Lessons From Greenwood

It’s been 72 hours since the partially successful massacre in the food court at the Greenwood Park Mall. I grieve for the victims of this stupid, senseless tragedy, but I also want to learn from it so that others can be served by what happened. Here are my takeaways:

  • “Gun Free Zone” signs don’t work. Like Florida, the “No Guns Allowed” signs do not carry weight of law unless it is a school, government building, courthouse, civic space or similar places. As Jeff Street told me recently, it’s like going barefoot into a restaurant. They can’t arrest you, but they can ask you to leave*.
  • If you can, avoid large groups of people in “gun free zones.” That’s what the bad guys target, so don’t be there when they show up.
  • We still don’t know the gunman’s motivation, and quite frankly, unless it can help me avoid the next (really bad words redacted) who decides to do this sort of thing, I don’t care. You don’t care WHY the bear wants to eat you, you just shoot the bear.
  • Details are still sketchy, but at the time of this writing, it appears that Elisjsha Dicken, the young man who stopped the shooter, did so from concealment, at distance of 30-40 yards, in a total of 15 seconds from the first “BANG.”
    Damn, son, that is fine shooting. He then closed the distance and yelled at people around him to get down and clear out. There are also reports that his girlfriend, a nursing student, help set tourniquets afterwards. Wow.
  • Once again, Ed Monk‘s math has been proven correct. Trying to achieve “zero active shooter deaths” through “gun free zone” signs is folly. There is a clock running in an active shooter event, and the sooner the shooter is stopped, the lower the damage he or she can cause.
    It’s just math, people, that’s all it is.
  • The skills needed to do this sort of thing aren’t going to pop into existence when you need them. Being able to make the shot on demand is the payoff for hours and hours of dry fire practice at home and live fire practice at the range.
  • Training for the long shot is not a bad idea, and yes, you can do it at distances of less than 40 yards. Accuracy is a cone: If you can hit a 5 inch circle at 20 yards, you can hit a 10 inch circle (more or less upper torso) at 40 yards.

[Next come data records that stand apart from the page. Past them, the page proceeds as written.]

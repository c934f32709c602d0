import { requirePositive } from "../internal/require.js";

/**
 * Damping ratio from the logarithmic decrement of a free decay (ring-down).
 *
 * δ = (1/n) · ln(x0 / xn),   ζ = δ / √(4π² + δ²)    (exact for viscous damping; ≈ δ/2π when small)
 *
 * @param input.firstAmplitude x0, amplitude of a peak [any unit]
 * @param input.laterAmplitude xn, amplitude n cycles later [same unit], 0 < xn < x0
 * @param input.cycles n, number of cycles between the two peaks [-] (> 0)
 * @returns ζ [-]
 * @throws RangeError for non-positive amplitudes or cycles, or xn ≥ x0 (no decay)
 * @source Rao, Mechanical Vibrations, logarithmic decrement (from memory); Inman, Engineering Vibration.
 * @example dampingRatioFromLogDecrement({ firstAmplitude: 1, laterAmplitude: 0.5, cycles: 5 }) // 0.0220582
 */
export function dampingRatioFromLogDecrement(input: { firstAmplitude: number; laterAmplitude: number; cycles: number }): number {
  const { firstAmplitude, laterAmplitude, cycles } = input;
  requirePositive("dampingRatioFromLogDecrement", "firstAmplitude", firstAmplitude);
  requirePositive("dampingRatioFromLogDecrement", "laterAmplitude", laterAmplitude);
  requirePositive("dampingRatioFromLogDecrement", "cycles", cycles);
  if (!(laterAmplitude < firstAmplitude)) {
    throw new RangeError("dampingRatioFromLogDecrement requires laterAmplitude < firstAmplitude");
  }
  const delta = Math.log(firstAmplitude / laterAmplitude) / cycles;
  return delta / Math.sqrt(4 * Math.PI * Math.PI + delta * delta);
}
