import type { MillingDirection } from "../forces/immersion-angles-rad.js";
import { requirePositive } from "../internal/require.js";
import { directionalFactors } from "./directional-factors.js";
import { boundaryAtRpm, cachedFrfGrid, FAST_GRID, FINE_GRID, frequencyBandHz, refineHit, solveBranches } from "./internal/stability-model.js";
import { validateCut, validateModes } from "./internal/validate-modes.js";
import type { Mode } from "./mode.js";

/** The stability boundary at one spindle speed. */
export interface StabilityLimit {
  /** Largest chatter-free axial depth at this speed [mm]; null when no lobe crosses it inside the analysed band */
  limitingDepthMm: number | null;
  /** Chatter frequency expected at the boundary [Hz] */
  chatterFrequencyHz: number | null;
  /** Lobe index k (0 = highest-speed lobe) */
  lobeIndex: number | null;
}

/**
 * Zero-order (Altintas–Budak) stability limit at one spindle speed: the lowest crossing of
 * any lobe with that speed. The crossing is located on a frequency grid (g(f) = 60 f/(N n) − ε/2π
 * reaching an integer k) and then refined by bisection with exact eigenvalues.
 * Same model, assumptions and validity as stabilityLobes.
 *
 * @param input.modes modes (x = feed direction) [Hz, -, N/mm]
 * @param input.flutes N [-]
 * @param input.radialImmersion ae/D [-]
 * @param input.specificForceNPerMm2 Kt [N/mm²]
 * @param input.radialForceRatio Kr/Kt [-]
 * @param input.rpm spindle speed [rpm]
 * @param input.millingDirection default "climb"
 * @param input.resolution "fast" (coarse grid, for per-recipe checks) or "fine" (default)
 * @returns { limitingDepthMm, chatterFrequencyHz, lobeIndex }
 * @throws RangeError for invalid modes, cut parameters or speed
 * @source Altintas & Budak, CIRP Annals 44(1), 1995 (from memory).
 */
export function stabilityLimitAtRpm(input: {
  modes: readonly Mode[];
  flutes: number;
  radialImmersion: number;
  specificForceNPerMm2: number;
  radialForceRatio: number;
  rpm: number;
  millingDirection?: MillingDirection;
  resolution?: "fast" | "fine";
}): StabilityLimit {
  const fn = "stabilityLimitAtRpm";
  validateModes(fn, input.modes);
  validateCut(fn, input);
  requirePositive(fn, "rpm", input.rpm);
  const alpha = directionalFactors({
    radialImmersion: input.radialImmersion,
    radialForceRatio: input.radialForceRatio,
    millingDirection: input.millingDirection ?? "climb",
  });
  const band = frequencyBandHz(input.modes, input.flutes, input.rpm, input.rpm);
  const grid = cachedFrfGrid(input.modes, band.loHz, band.hiHz, input.resolution === "fast" ? FAST_GRID : FINE_GRID);
  const branches = solveBranches(grid, alpha, input.flutes, input.specificForceNPerMm2, false);
  const hit = boundaryAtRpm(branches, input.flutes, input.rpm);
  if (!hit) return { limitingDepthMm: null, chatterFrequencyHz: null, lobeIndex: null };
  const refined = refineHit(hit, branches, input.modes, alpha, input.flutes, input.specificForceNPerMm2, input.rpm, false);
  return { limitingDepthMm: refined.limitingDepthMm, chatterFrequencyHz: refined.chatterFrequencyHz, lobeIndex: refined.lobeIndex };
}
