import { requireInHalfOpenRange, requirePositive } from "../internal/require.js";
import type { Mode } from "./mode.js";
import { naturalFrequencyHz } from "./natural-frequency-hz.js";

/**
 * Builds a mode from a moving mass and the stiffness holding it (e.g. a carriage on its drive
 * belt), for estimating a low-frequency mode before it is measured.
 *
 * fn = (1/2π) · √(k/m);  ζ as given; modal stiffness = k
 *
 * @param input.massKg m [kg]
 * @param input.stiffnessNPerMm k [N/mm]
 * @param input.dampingRatio ζ [-], 0 < ζ < 1
 * @param input.direction "x" | "y"
 * @returns the mode { direction, frequencyHz, dampingRatio, stiffnessNPerMm }
 * @throws RangeError for m ≤ 0, k ≤ 0, ζ outside (0, 1) or an unknown direction
 * @source Rao, Mechanical Vibrations (single-degree-of-freedom model; from memory).
 * @example modeFromMassStiffness({ massKg: 10, stiffnessNPerMm: 78.48, dampingRatio: 0.05, direction: "x" }).frequencyHz // 14.099 Hz
 */
export function modeFromMassStiffness(input: { massKg: number; stiffnessNPerMm: number; dampingRatio: number; direction: "x" | "y" }): Mode {
  const { massKg, stiffnessNPerMm, dampingRatio, direction } = input;
  requirePositive("modeFromMassStiffness", "massKg", massKg);
  requirePositive("modeFromMassStiffness", "stiffnessNPerMm", stiffnessNPerMm);
  requirePositive("modeFromMassStiffness", "dampingRatio", dampingRatio);
  requireInHalfOpenRange("modeFromMassStiffness", "dampingRatio", dampingRatio, 0, 1);
  if (direction !== "x" && direction !== "y") {
    throw new RangeError('modeFromMassStiffness requires direction to be "x" or "y"');
  }
  return { direction, frequencyHz: naturalFrequencyHz({ stiffnessNPerMm, massKg }), dampingRatio, stiffnessNPerMm };
}
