import { describe, expect, it } from "vitest";
import { dampingRatioFromLogDecrement } from "./damping-ratio-from-log-decrement.js";

describe("dampingRatioFromLogDecrement", () => {
  // domain-reference §11 (Rao §2.6 from memory; formulas FOUND on encyclopedic pages)
  it("DMP-3: 1.0 → 0.5 over 5 cycles: ζ 0.0220582", () => {
    expect(dampingRatioFromLogDecrement({ firstAmplitude: 1, laterAmplitude: 0.5, cycles: 5 })).toBeCloseTo(0.0220582, 7);
  });
  it("DMP-4: ratio 0.8 in one cycle: ζ 0.0354920", () => {
    expect(dampingRatioFromLogDecrement({ firstAmplitude: 1, laterAmplitude: 0.8, cycles: 1 })).toBeCloseTo(0.035492, 7);
  });
  it("DMP-5: 2.0 → 0.2 over 10 cycles: ζ 0.0366222", () => {
    expect(dampingRatioFromLogDecrement({ firstAmplitude: 2, laterAmplitude: 0.2, cycles: 10 })).toBeCloseTo(0.0366222, 7);
  });
  it("recovers ζ from an exact free decay e^(−ζωn t) sampled one damped period apart", () => {
    const zeta = 0.04;
    const wn = 2 * Math.PI * 100;
    const td = (2 * Math.PI) / (wn * Math.sqrt(1 - zeta * zeta));
    const x = (t: number): number => Math.exp(-zeta * wn * t);
    expect(dampingRatioFromLogDecrement({ firstAmplitude: x(0), laterAmplitude: x(7 * td), cycles: 7 })).toBeCloseTo(zeta, 12);
  });
  it("rejects a growing signal", () => {
    expect(() => dampingRatioFromLogDecrement({ firstAmplitude: 1, laterAmplitude: 1.2, cycles: 1 })).toThrow("dampingRatioFromLogDecrement requires laterAmplitude < firstAmplitude");
  });
});
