import { requireInHalfOpenRange, requireNonNegative, requirePositive } from "../internal/require.js";

/**
 * Dynamic amplification of a single mode driven at a frequency: steady vibration amplitude
 * divided by the static deflection under the same force amplitude.
 *
 * DAF = 1 / √((1 − r²)² + (2ζr)²),   r = f / fn      (= 1/(2ζ) at r = 1)
 *
 * @param input.frequencyHz f, forcing frequency (e.g. tooth passing) [Hz] (≥ 0)
 * @param input.naturalFrequencyHz fn [Hz]
 * @param input.dampingRatio ζ [-], 0 < ζ < 1
 * @returns DAF [-]
 * @throws RangeError for f < 0, fn ≤ 0 or ζ outside (0, 1)
 * @source Rao, Mechanical Vibrations, harmonically excited SDOF (from memory).
 * @example dynamicAmplification({ frequencyHz: 600, naturalFrequencyHz: 580, dampingRatio: 0.03 }) // 10.6757
 */
export function dynamicAmplification(input: { frequencyHz: number; naturalFrequencyHz: number; dampingRatio: number }): number {
  const { frequencyHz, naturalFrequencyHz, dampingRatio } = input;
  requireNonNegative("dynamicAmplification", "frequencyHz", frequencyHz);
  requirePositive("dynamicAmplification", "naturalFrequencyHz", naturalFrequencyHz);
  requirePositive("dynamicAmplification", "dampingRatio", dampingRatio);
  requireInHalfOpenRange("dynamicAmplification", "dampingRatio", dampingRatio, 0, 1);
  const r = frequencyHz / naturalFrequencyHz;
  return 1 / Math.sqrt((1 - r * r) ** 2 + (2 * dampingRatio * r) ** 2);
}
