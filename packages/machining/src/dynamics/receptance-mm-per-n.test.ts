import { add, complex, divide, type Complex } from "mathjs";
import { describe, expect, it } from "vitest";
import type { Mode } from "./mode.js";
import { receptanceMmPerN } from "./receptance-mm-per-n.js";

describe("receptanceMmPerN", () => {
  const modes: Mode[] = [
    { direction: "x", frequencyHz: 600, dampingRatio: 0.02, stiffnessNPerMm: 5000 },
    { direction: "x", frequencyHz: 28, dampingRatio: 0.05, stiffnessNPerMm: 400 },
  ];
  it("is the static compliance Σ 1/k at 0 Hz", () => {
    const g = receptanceMmPerN({ modes, frequencyHz: 0 });
    expect(g.real).toBeCloseTo(1 / 5000 + 1 / 400, 15);
    expect(g.imag).toBe(0);
  });
  it("matches mathjs complex arithmetic Σ 1/(k(1 − r² + 2iζr)) (independent library)", () => {
    for (const f of [10, 28, 300, 600, 601.14, 2000]) {
      let ref: Complex = complex(0, 0);
      for (const m of modes) {
        const r = f / m.frequencyHz;
        ref = add(ref, divide(1, complex(m.stiffnessNPerMm * (1 - r * r), m.stiffnessNPerMm * 2 * m.dampingRatio * r)) as Complex) as Complex;
      }
      const g = receptanceMmPerN({ modes, frequencyHz: f });
      expect(g.real).toBeCloseTo(ref.re, 14);
      expect(g.imag).toBeCloseTo(ref.im, 14);
    }
  });
  it("STB-1: Re G min = −1/(4kζ(1+ζ)) at r = √(1+2ζ) (domain-reference STB-1: −9.108981e-8 m/N at 1.0119289)", () => {
    const m: Mode[] = [{ direction: "x", frequencyHz: 250, dampingRatio: 0.012, stiffnessNPerMm: 226000 }];
    const g = receptanceMmPerN({ modes: m, frequencyHz: 250 * Math.sqrt(1.024) });
    expect(g.real / 1000).toBeCloseTo(-9.108981e-8, 13);
    expect(Math.sqrt(1.024)).toBeCloseTo(1.0119289, 7);
  });
});
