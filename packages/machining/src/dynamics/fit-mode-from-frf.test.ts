import { describe, expect, it } from "vitest";
import { fitModeFromFrf } from "./fit-mode-from-frf.js";
import { receptanceMmPerN } from "./receptance-mm-per-n.js";
import type { Mode } from "./mode.js";

function synth(modes: Mode[], from: number, to: number, step: number) {
  const f: number[] = [];
  const re: number[] = [];
  const im: number[] = [];
  for (let x = from; x <= to + 1e-9; x += step) {
    const g = receptanceMmPerN({ modes, frequencyHz: x });
    f.push(x);
    re.push(g.real);
    im.push(g.imag);
  }
  return { frequencyHz: f, real: re, imag: im };
}

describe("fitModeFromFrf", () => {
  it("DMP-2: a synthesised ζ 0.05 receptance at 500 Hz (k 200 N/mm) is recovered; peak 498.748 Hz, half-power 473.055 / 523.181 Hz (domain-reference DMP-2)", () => {
    const fit = fitModeFromFrf(synth([{ direction: "x", frequencyHz: 500, dampingRatio: 0.05, stiffnessNPerMm: 200 }], 300, 700, 0.25));
    expect(fit.frequencyHz).toBeCloseTo(500, 1);
    expect(Math.abs(fit.dampingRatio / 0.05 - 1)).toBeLessThan(2e-3);
    expect(Math.abs(fit.stiffnessNPerMm / 200 - 1)).toBeLessThan(3e-3);
    expect(fit.peakFrequencyHz).toBeCloseTo(498.748, 1);
    expect(fit.lowerHalfPowerHz).toBeCloseTo(473.055, 1);
    expect(fit.upperHalfPowerHz).toBeCloseTo(523.181, 1);
  });
  it("picks the mode inside the band when two modes are measured", () => {
    const data = synth(
      [
        { direction: "y", frequencyHz: 28, dampingRatio: 0.04, stiffnessNPerMm: 400 },
        { direction: "y", frequencyHz: 820, dampingRatio: 0.03, stiffnessNPerMm: 3500 },
      ],
      5,
      1500,
      0.1,
    );
    const low = fitModeFromFrf(data);
    expect(low.frequencyHz).toBeCloseTo(28, 0);
    const high = fitModeFromFrf({ ...data, minHz: 500, maxHz: 1500 });
    expect(Math.abs(high.frequencyHz / 820 - 1)).toBeLessThan(2e-3);
    expect(Math.abs(high.dampingRatio / 0.03 - 1)).toBeLessThan(0.03);
    expect(Math.abs(high.stiffnessNPerMm / 3500 - 1)).toBeLessThan(0.03);
  });
  it("refuses a peak whose half-power points fall outside the data", () => {
    const data = synth([{ direction: "x", frequencyHz: 500, dampingRatio: 0.05, stiffnessNPerMm: 200 }], 480, 505, 1);
    expect(() => fitModeFromFrf(data)).toThrow("fitModeFromFrf requires both half-power points of the peak inside the measured band");
  });
  it("rejects mismatched arrays", () => {
    expect(() => fitModeFromFrf({ frequencyHz: [1, 2, 3, 4, 5], real: [1, 2, 3, 4], imag: [1, 2, 3, 4, 5] })).toThrow("fitModeFromFrf requires frequencyHz, real and imag of equal length");
  });
});
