import { describe, expect, it } from "vitest";
import { dampingRatioFromHalfPower } from "./damping-ratio-from-half-power.js";

describe("dampingRatioFromHalfPower", () => {
  it("DMP-1: 475–525 Hz around 500 Hz → ζ 0.05, Q 10 (domain-reference DMP-1; Rao, from memory)", () => {
    const z = dampingRatioFromHalfPower({ lowerHz: 475, upperHz: 525, peakHz: 500 });
    expect(z).toBeCloseTo(0.05, 12);
    expect(1 / (2 * z)).toBeCloseTo(10, 9);
  });
  it("DMP-2: exact half-power points of a ζ = 0.05 receptance read 0.050126 with fn and 0.050252 with the peak (domain-reference DMP-2)", () => {
    expect(dampingRatioFromHalfPower({ lowerHz: 473.055, upperHz: 523.181, peakHz: 500 })).toBeCloseTo(0.050126, 5);
    expect(dampingRatioFromHalfPower({ lowerHz: 473.055, upperHz: 523.181, peakHz: 498.748 })).toBeCloseTo(0.050252, 5);
  });
  it("rejects reversed points", () => {
    expect(() => dampingRatioFromHalfPower({ lowerHz: 525, upperHz: 475, peakHz: 500 })).toThrow("dampingRatioFromHalfPower requires upperHz > lowerHz");
  });
});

My friend and mentor Michael Bane has an active shooter drill that I work into my practice routine on a regular basis. Start position is your hands at your sides, gun is loaded and concealed in a holster. Target is a head-sized steel plate 25 yards away. Using a shot timer, set your par time for three seconds. When the buzzer sounds, draw and engage the target with one round. Hit the target, and you pass.
That’s it.

This sort of stuff seems to happening quite a lot as of late. I’ll leave the whys and wherefores on this to other people, and simply acknowledge the fact that is happening, and that it might be me who as to respond to a madman, not someone else.

Reality sucks right now, but fleeing from reality will get you killed. Plan accordingly.

* I shouldn’t have to tell you that neither Jeff nor I are lawyers and that this is not legal advice, right? Right?